Next type:- copy *.* d:\windows\system32\config (press enter), say ALL (press enter) to the overwrite prompt, 5 hives will be copied.

Restart your computer. Let us know how you get on. We can advise what you need to do, testing HDD being one of them.


----------



## AhmedSidd (Feb 18, 2018)

jenae said:


> Hi, has been some considerable discussions on this subject among past and present MS professionals. A blog has been released, unfortunately the current crop of MS engineers lack the discipline of the former, and it is clear reading it that the method has not been properly tested.
> 
> This of course assumes it is as a result of an upgrade, and not some other issue, possibly hardware, so the HDD tests are important. You can however try to get back into windows, especially if it is an update or related registry corruption.
> 
> ...


 Hi, i've done the exact steps as you described but when i type "D:" , i get an error saying "The device is not ready". A reply would be considered very helpful.
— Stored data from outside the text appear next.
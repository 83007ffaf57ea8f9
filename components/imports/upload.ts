/**
 * Sends an import file to POST /api/vehicles/import with XMLHttpRequest, which (unlike fetch)
 * reports upload progress. No React here.
 */
import type { ImportResult } from "@/lib/commands/imports";

export type ImportErrorDetail = { field?: string; row?: number; column?: string; message: string };

/** A refused import in the API's one error shape (status 0: the server was not reached). */
export class ImportRequestError extends Error {
  readonly status: number;
  readonly code: string;
  readonly details: ImportErrorDetail[];

  constructor(status: number, code: string, message: string, details: ImportErrorDetail[] = []) {
    super(message);
    this.name = "ImportRequestError";
    this.status = status;
    this.code = code;
    this.details = details;
  }
}

export function importErrorFrom(status: number, body: unknown): ImportRequestError {
  const error = (body as { error?: { code?: unknown; message?: unknown; details?: unknown } } | null)?.error;
  if (error && typeof error.code === "string" && typeof error.message === "string") {
    const details = Array.isArray(error.details)
      ? error.details.filter((d): d is ImportErrorDetail => typeof d === "object" && d !== null && typeof (d as ImportErrorDetail).message === "string")
      : [];
    return new ImportRequestError(status, error.code, error.message, details);
  }
  if (status === 401) return new ImportRequestError(status, "unauthenticated", "Your session has ended. Sign in again, then upload the file again.");
  if (status === 413) return new ImportRequestError(status, "payload_too_large", "The file is larger than the import limit.");
  return new ImportRequestError(status, "internal", "The import could not be done. Nothing was changed; try again.");
}

export type ImportRequest = {
  file: File;
  dryRun: boolean;
  mapping?: Record<string, string | null>;
  mode?: "all_or_nothing" | "good_rows";
};

export type UploadHandle = { promise: Promise<ImportResult>; abort: () => void };

/** Starts the upload; `onProgress` gets the share sent so far (0–1), then 1 when all bytes are out. */
export function sendImport(request: ImportRequest, onProgress: (fraction: number) => void): UploadHandle {
  const xhr = new XMLHttpRequest();
  const body = new FormData();
  body.set("file", request.file, request.file.name);
  if (request.dryRun) body.set("dryRun", "1");
  if (request.mapping) body.set("mapping", JSON.stringify(request.mapping));
  if (request.mode) body.set("mode", request.mode);

  const promise = new Promise<ImportResult>((resolve, reject) => {
    xhr.upload.onprogress = (event) => {
      if (event.lengthComputable && event.total > 0) onProgress(Math.min(1, event.loaded / event.total));
    };
    xhr.upload.onload = () => onProgress(1);
    xhr.onload = () => {
      let parsed: unknown = null;
      try {
        parsed = JSON.parse(xhr.responseText);
      } catch {
        parsed = null;
      }
      if (xhr.status >= 200 && xhr.status < 300 && parsed) resolve(parsed as ImportResult);
      else reject(importErrorFrom(xhr.status, parsed));
    };
    xhr.onerror = () => reject(new ImportRequestError(0, "network", "The server could not be reached. Check the connection and try again; nothing was changed."));
    xhr.onabort = () => reject(new ImportRequestError(0, "aborted", "The upload was stopped. Nothing was changed."));
    xhr.open("POST", "/api/vehicles/import");
    xhr.setRequestHeader("accept", "application/json");
    xhr.send(body);
  });
  return { promise, abort: () => xhr.abort() };
}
Here are my computer specs :-
Name :- Dell inspiron 3542
Ram :- 4096 mb (DDR3L)
BIOS VERSION :- A03
When i try to reinstall windows it says "no drives could be found".
Here is an image :-


----------



## crjdriver (Jan 2, 2001)

> When i try to reinstall windows it says "no drives could be found".


Why would you even attempt to reinstall windows when you still have not tested the drive??? It makes no sense.
First test the drive _then_ we can go forward if the drive passes all tests; both long and short.


----------